WORK TO BE COMPLETED :: For every line that contains the string "datetime", pull that line out of the material below.

RECORDS FOR THE TASK ::
Content starts
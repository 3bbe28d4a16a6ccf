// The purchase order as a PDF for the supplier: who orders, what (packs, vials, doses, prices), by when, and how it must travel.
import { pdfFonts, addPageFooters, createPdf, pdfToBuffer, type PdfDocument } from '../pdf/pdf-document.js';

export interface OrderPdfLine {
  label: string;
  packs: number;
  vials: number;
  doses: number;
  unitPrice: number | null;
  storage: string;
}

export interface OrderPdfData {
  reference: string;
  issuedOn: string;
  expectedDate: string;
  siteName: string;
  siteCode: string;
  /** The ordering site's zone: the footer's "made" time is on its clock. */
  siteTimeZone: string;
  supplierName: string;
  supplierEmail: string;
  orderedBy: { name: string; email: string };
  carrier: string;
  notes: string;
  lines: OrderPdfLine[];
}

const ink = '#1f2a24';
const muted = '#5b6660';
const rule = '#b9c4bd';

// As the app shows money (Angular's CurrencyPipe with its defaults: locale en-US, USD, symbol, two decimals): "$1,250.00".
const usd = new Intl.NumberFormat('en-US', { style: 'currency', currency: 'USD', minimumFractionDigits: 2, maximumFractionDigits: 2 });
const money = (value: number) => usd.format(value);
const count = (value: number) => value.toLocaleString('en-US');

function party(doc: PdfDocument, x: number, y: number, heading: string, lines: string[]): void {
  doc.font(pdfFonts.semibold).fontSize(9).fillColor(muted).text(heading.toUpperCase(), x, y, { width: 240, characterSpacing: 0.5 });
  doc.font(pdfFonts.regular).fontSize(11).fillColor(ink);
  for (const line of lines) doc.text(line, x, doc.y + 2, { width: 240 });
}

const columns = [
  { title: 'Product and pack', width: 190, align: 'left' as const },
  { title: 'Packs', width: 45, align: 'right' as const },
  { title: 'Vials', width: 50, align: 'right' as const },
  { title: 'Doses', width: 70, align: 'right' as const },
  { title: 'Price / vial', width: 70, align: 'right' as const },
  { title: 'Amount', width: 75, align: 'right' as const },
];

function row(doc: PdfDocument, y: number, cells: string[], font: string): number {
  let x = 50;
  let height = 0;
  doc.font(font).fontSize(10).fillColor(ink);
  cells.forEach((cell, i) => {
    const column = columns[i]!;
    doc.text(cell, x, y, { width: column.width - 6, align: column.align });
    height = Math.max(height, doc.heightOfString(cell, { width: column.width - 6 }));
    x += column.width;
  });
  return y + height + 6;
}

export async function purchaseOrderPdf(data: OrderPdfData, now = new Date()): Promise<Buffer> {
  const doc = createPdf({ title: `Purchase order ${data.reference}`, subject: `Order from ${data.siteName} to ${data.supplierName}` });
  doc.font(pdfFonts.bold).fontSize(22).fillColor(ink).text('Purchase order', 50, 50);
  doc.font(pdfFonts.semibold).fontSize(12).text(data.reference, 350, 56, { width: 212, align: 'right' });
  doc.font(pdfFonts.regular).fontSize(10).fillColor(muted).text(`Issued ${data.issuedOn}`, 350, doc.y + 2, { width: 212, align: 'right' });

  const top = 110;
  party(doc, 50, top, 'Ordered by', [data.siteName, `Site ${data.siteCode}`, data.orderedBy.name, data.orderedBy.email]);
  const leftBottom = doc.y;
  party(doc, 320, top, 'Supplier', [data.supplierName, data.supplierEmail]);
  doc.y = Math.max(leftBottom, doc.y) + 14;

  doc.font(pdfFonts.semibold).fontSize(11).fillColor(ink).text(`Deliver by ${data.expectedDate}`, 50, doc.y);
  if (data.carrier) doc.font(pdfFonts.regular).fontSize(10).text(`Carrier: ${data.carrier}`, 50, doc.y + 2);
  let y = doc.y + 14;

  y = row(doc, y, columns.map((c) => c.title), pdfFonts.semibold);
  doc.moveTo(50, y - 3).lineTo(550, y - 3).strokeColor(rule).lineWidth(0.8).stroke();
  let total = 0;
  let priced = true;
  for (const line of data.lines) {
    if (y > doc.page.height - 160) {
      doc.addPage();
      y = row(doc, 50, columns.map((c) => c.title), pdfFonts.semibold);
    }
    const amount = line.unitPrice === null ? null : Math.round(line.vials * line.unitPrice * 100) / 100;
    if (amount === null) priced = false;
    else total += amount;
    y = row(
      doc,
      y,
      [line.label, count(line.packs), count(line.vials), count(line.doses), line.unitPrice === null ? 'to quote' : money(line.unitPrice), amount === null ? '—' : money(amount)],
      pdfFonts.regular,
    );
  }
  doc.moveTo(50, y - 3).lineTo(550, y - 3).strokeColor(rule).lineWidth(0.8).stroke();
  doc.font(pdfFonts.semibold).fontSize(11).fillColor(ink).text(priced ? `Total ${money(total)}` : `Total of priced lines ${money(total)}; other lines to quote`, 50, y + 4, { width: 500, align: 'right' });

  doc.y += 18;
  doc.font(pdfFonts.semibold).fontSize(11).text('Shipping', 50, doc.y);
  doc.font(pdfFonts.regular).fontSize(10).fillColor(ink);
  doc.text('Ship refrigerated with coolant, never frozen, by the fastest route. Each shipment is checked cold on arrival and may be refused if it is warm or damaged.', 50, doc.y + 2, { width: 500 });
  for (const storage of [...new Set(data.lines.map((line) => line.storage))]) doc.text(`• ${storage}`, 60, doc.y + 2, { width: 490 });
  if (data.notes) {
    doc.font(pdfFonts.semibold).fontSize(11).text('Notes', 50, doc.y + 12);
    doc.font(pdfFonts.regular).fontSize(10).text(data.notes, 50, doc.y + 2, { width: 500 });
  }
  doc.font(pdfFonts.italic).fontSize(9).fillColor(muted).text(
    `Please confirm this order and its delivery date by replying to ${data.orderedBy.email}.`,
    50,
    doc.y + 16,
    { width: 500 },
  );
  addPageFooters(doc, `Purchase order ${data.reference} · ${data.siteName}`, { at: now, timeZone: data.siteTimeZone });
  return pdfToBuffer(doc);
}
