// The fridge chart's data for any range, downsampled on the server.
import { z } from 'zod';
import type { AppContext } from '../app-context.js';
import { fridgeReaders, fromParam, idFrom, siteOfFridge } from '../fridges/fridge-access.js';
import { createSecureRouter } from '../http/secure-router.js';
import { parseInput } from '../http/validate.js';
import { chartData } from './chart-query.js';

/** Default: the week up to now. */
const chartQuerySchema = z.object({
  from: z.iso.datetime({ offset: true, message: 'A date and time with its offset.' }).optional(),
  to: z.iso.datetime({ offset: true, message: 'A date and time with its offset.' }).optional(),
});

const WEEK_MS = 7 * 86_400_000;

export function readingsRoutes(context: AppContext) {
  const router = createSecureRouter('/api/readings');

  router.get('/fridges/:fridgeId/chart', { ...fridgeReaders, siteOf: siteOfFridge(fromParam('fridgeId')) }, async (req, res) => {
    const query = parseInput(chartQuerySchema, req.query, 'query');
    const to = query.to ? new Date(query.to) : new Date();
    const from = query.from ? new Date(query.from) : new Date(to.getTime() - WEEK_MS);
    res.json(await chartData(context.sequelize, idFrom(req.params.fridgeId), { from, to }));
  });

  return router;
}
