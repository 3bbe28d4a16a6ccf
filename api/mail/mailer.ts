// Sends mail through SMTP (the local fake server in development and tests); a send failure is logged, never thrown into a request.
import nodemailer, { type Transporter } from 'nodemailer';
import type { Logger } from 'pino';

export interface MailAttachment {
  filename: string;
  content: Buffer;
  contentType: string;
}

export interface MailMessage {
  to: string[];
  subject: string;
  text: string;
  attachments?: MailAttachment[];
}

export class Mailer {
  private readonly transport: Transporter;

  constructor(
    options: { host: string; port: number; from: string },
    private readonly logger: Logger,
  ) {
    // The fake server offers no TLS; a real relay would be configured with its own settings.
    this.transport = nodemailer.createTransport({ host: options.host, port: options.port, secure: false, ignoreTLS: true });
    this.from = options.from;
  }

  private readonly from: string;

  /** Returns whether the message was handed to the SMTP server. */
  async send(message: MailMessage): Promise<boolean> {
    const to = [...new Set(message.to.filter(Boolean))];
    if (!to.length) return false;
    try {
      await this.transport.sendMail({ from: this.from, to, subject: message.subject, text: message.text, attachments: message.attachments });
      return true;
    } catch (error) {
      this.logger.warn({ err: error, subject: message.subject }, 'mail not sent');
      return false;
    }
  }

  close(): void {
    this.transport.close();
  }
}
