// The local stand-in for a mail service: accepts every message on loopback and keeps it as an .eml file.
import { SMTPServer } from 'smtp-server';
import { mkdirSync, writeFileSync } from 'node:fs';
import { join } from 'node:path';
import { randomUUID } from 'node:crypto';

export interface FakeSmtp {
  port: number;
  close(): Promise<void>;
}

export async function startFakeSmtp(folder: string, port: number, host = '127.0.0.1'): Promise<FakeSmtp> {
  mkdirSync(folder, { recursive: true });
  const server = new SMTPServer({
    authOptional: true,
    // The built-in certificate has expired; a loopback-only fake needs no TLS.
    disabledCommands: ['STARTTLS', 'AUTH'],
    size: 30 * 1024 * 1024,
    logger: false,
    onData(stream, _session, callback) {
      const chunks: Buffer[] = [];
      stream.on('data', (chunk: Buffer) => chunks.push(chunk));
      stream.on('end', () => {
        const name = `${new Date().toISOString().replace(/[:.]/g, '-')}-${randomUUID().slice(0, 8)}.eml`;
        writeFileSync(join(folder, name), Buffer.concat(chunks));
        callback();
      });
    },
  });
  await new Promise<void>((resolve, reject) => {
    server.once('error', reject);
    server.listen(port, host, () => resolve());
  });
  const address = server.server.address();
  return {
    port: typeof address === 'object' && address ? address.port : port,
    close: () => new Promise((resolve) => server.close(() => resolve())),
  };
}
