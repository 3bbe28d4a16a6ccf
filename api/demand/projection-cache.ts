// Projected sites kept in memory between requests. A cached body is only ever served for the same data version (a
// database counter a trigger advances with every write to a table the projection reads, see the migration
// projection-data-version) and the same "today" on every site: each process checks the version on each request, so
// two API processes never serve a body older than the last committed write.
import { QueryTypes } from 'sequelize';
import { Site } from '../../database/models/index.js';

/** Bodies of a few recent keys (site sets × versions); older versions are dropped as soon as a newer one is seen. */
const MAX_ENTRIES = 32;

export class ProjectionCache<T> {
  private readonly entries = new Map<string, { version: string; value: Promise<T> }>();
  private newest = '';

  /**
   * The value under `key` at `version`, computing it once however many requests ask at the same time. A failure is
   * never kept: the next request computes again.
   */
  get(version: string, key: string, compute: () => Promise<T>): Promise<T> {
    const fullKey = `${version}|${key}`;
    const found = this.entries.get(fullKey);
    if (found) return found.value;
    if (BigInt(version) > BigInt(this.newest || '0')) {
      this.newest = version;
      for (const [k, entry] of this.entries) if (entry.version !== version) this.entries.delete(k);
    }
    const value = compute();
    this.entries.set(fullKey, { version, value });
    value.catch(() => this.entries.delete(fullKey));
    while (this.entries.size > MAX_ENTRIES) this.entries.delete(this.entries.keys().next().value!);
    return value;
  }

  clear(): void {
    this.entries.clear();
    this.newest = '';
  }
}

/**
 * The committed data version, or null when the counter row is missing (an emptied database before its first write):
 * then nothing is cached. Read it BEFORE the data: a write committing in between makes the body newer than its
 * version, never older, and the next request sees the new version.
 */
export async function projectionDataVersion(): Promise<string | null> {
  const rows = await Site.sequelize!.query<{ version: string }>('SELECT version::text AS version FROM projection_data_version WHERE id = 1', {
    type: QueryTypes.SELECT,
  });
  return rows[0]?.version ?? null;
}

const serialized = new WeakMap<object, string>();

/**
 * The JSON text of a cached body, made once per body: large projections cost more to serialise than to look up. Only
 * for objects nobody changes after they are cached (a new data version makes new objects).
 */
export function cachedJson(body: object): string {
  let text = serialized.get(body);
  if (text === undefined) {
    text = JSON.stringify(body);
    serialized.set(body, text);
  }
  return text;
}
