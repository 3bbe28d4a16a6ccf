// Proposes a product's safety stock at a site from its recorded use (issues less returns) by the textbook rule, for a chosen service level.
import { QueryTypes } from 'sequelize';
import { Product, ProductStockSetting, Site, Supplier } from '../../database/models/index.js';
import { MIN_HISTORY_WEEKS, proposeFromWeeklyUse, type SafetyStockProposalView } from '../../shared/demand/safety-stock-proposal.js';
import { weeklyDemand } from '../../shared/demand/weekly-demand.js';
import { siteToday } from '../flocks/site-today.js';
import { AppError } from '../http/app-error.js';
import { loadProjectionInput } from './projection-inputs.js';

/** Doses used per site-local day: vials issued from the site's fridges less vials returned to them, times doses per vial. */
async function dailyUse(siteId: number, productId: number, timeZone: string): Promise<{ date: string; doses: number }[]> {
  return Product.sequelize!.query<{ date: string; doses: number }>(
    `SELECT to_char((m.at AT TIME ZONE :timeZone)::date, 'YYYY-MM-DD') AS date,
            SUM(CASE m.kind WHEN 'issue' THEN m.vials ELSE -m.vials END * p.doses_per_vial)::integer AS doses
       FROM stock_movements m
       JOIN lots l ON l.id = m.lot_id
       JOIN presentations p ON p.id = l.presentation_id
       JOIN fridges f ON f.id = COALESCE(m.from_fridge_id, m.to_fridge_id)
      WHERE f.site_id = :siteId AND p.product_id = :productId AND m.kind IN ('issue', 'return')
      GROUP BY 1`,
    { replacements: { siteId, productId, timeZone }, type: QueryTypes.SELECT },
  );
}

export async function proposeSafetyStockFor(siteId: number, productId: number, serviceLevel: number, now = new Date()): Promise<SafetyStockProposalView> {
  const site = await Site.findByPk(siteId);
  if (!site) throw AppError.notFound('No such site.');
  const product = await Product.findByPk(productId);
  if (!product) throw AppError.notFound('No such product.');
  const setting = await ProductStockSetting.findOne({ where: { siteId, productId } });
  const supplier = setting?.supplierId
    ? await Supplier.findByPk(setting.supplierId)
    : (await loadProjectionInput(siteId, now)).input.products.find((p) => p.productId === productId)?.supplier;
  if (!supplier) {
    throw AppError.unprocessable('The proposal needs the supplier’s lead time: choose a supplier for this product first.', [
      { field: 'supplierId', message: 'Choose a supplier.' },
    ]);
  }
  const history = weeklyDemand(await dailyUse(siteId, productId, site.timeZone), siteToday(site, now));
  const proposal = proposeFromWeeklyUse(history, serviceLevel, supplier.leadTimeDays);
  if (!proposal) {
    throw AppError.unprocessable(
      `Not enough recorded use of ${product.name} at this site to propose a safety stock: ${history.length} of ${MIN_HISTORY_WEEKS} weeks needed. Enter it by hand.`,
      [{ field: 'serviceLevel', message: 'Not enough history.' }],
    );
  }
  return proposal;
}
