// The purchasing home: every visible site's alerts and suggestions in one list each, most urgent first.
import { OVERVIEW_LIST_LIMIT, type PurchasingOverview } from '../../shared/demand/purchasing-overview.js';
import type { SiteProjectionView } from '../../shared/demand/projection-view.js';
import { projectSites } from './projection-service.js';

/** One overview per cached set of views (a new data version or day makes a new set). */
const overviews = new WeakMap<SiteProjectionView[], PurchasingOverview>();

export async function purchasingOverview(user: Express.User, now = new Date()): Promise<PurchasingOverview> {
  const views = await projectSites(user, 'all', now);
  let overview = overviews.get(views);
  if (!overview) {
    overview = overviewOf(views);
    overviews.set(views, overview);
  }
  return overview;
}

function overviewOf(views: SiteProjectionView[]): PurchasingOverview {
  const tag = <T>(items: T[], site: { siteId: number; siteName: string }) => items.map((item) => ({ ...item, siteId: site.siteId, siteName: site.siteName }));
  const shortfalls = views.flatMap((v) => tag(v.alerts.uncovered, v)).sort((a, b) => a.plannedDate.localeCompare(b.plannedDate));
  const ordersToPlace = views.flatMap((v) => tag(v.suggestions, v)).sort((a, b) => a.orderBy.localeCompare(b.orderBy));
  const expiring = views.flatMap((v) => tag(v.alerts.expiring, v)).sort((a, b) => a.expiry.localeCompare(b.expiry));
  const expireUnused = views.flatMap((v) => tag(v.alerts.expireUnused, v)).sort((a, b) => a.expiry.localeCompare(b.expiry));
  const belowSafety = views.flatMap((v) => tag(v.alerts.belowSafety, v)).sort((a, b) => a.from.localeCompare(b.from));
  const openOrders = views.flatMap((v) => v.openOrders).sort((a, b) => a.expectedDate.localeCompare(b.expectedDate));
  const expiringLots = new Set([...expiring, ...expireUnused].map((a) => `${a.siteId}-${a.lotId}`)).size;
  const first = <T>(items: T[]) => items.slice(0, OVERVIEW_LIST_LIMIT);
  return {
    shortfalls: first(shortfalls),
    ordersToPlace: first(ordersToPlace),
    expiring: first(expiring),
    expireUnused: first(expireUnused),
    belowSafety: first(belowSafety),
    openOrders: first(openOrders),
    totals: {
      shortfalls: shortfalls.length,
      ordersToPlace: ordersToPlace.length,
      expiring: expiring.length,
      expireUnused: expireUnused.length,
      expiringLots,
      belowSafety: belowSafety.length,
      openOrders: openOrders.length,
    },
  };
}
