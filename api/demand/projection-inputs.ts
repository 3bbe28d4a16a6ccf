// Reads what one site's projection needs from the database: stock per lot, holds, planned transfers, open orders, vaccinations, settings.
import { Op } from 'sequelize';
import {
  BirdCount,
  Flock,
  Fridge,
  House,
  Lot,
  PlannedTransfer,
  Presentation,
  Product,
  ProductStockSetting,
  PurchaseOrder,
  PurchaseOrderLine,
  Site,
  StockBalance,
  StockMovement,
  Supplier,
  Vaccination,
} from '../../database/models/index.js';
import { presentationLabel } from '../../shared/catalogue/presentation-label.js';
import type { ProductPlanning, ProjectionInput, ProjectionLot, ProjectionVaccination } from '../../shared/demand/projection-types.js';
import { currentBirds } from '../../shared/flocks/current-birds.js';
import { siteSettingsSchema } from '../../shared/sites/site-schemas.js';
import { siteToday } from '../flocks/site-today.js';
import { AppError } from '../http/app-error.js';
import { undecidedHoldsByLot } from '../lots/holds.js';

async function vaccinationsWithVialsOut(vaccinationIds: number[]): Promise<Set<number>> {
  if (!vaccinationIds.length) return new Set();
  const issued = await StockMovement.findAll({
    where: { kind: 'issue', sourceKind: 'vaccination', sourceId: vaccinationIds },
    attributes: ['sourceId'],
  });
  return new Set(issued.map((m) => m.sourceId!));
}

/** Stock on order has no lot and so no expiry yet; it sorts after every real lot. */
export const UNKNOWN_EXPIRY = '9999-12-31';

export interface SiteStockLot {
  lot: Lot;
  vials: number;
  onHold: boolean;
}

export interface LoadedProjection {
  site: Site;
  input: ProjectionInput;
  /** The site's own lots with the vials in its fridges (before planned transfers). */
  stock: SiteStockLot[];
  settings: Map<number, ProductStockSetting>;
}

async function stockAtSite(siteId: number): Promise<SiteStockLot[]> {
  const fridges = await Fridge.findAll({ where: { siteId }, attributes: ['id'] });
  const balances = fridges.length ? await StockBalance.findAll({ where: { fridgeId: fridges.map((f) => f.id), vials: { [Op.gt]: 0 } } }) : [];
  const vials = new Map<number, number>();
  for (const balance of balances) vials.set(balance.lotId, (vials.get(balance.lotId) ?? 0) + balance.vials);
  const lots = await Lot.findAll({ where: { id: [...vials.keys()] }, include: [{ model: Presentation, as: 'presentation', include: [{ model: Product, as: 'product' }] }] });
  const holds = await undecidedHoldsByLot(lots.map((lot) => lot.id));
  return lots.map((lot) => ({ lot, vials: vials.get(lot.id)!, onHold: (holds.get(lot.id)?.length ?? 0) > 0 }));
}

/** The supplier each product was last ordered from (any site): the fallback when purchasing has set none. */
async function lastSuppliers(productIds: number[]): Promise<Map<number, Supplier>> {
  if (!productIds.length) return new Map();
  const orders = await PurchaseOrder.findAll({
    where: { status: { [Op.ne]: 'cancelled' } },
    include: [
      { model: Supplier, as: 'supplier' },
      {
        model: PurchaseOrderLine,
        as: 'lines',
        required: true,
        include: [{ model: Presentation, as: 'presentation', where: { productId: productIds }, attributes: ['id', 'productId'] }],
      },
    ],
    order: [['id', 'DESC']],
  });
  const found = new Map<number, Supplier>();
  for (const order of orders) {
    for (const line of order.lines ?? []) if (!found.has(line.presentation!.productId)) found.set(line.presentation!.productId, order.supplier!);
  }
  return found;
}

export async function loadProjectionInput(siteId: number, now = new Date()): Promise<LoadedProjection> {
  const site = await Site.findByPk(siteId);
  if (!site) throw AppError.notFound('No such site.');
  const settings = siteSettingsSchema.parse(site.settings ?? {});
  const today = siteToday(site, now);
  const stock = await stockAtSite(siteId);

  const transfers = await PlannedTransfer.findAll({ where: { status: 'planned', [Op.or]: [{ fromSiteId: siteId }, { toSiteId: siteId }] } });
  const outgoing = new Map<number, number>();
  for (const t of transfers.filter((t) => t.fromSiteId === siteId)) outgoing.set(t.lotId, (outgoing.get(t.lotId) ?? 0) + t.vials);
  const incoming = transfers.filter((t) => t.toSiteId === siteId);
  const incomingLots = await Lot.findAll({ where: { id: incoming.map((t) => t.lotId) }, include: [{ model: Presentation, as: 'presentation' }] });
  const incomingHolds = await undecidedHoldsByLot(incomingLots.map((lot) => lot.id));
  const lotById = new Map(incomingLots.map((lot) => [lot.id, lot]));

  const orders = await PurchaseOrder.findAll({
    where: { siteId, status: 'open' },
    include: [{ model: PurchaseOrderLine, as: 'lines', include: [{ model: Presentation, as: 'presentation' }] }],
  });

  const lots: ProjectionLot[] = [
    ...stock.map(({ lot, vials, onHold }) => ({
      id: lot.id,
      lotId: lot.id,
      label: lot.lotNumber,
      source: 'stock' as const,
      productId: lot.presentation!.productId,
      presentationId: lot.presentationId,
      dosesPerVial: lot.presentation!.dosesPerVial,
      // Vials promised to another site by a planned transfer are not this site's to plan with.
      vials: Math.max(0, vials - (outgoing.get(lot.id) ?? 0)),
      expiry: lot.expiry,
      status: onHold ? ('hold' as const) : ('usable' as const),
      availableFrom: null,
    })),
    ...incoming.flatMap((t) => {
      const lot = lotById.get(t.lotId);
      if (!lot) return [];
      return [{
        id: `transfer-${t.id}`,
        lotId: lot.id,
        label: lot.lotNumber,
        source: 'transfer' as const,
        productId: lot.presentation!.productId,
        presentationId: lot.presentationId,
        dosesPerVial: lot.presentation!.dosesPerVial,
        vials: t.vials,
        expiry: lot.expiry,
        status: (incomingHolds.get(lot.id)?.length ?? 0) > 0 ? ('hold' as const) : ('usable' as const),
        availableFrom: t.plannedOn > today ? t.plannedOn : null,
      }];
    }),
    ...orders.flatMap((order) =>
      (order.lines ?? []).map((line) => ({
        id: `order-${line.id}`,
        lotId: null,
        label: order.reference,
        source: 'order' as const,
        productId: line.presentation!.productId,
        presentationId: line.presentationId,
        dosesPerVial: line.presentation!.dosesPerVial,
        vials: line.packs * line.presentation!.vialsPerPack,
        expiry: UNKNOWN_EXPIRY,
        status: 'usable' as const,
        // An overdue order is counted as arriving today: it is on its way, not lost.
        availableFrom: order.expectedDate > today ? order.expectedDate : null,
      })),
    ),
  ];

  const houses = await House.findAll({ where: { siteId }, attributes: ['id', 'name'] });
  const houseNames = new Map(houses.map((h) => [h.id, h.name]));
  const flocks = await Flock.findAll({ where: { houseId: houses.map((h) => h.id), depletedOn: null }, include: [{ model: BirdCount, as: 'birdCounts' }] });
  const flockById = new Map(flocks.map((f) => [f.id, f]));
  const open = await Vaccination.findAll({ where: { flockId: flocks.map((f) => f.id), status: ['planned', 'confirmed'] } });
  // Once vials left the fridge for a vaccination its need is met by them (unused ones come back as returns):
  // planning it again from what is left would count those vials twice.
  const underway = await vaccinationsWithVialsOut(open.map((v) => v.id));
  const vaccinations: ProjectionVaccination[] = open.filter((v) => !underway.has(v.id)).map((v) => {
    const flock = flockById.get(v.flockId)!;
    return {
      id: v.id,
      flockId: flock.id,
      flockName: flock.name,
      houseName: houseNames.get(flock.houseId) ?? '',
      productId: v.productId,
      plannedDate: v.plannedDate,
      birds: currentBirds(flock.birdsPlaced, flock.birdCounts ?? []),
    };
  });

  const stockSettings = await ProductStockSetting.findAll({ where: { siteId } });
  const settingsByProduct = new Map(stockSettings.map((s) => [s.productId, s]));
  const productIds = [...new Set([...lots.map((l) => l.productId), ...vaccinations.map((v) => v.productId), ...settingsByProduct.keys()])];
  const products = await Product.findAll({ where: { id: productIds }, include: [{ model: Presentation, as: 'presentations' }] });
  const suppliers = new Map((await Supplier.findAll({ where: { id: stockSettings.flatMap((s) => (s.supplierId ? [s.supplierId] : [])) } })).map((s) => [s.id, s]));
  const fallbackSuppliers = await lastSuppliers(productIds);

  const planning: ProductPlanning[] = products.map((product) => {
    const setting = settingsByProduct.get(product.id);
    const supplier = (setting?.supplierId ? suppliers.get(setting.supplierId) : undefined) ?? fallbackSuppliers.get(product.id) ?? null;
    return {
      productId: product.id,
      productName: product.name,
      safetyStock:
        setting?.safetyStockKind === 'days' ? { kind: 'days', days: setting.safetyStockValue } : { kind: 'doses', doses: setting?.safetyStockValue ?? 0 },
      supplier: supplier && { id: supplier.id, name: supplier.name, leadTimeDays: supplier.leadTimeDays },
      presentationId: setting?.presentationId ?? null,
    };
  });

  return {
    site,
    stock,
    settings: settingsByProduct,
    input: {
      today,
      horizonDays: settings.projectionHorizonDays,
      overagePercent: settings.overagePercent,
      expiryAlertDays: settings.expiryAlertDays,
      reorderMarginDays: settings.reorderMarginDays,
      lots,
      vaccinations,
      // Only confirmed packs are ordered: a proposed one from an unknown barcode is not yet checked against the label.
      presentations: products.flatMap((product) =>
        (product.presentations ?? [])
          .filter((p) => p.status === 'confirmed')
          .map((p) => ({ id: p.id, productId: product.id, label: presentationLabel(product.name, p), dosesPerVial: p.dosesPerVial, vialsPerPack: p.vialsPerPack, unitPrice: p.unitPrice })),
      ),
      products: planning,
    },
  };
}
Content ends
PROBLEM SOLUTION ::
  from: z.iso.datetime({ offset: true, message: 'A date and time with its offset.' }).optional(),
  to: z.iso.datetime({ offset: true, message: 'A date and time with its offset.' }).optional(),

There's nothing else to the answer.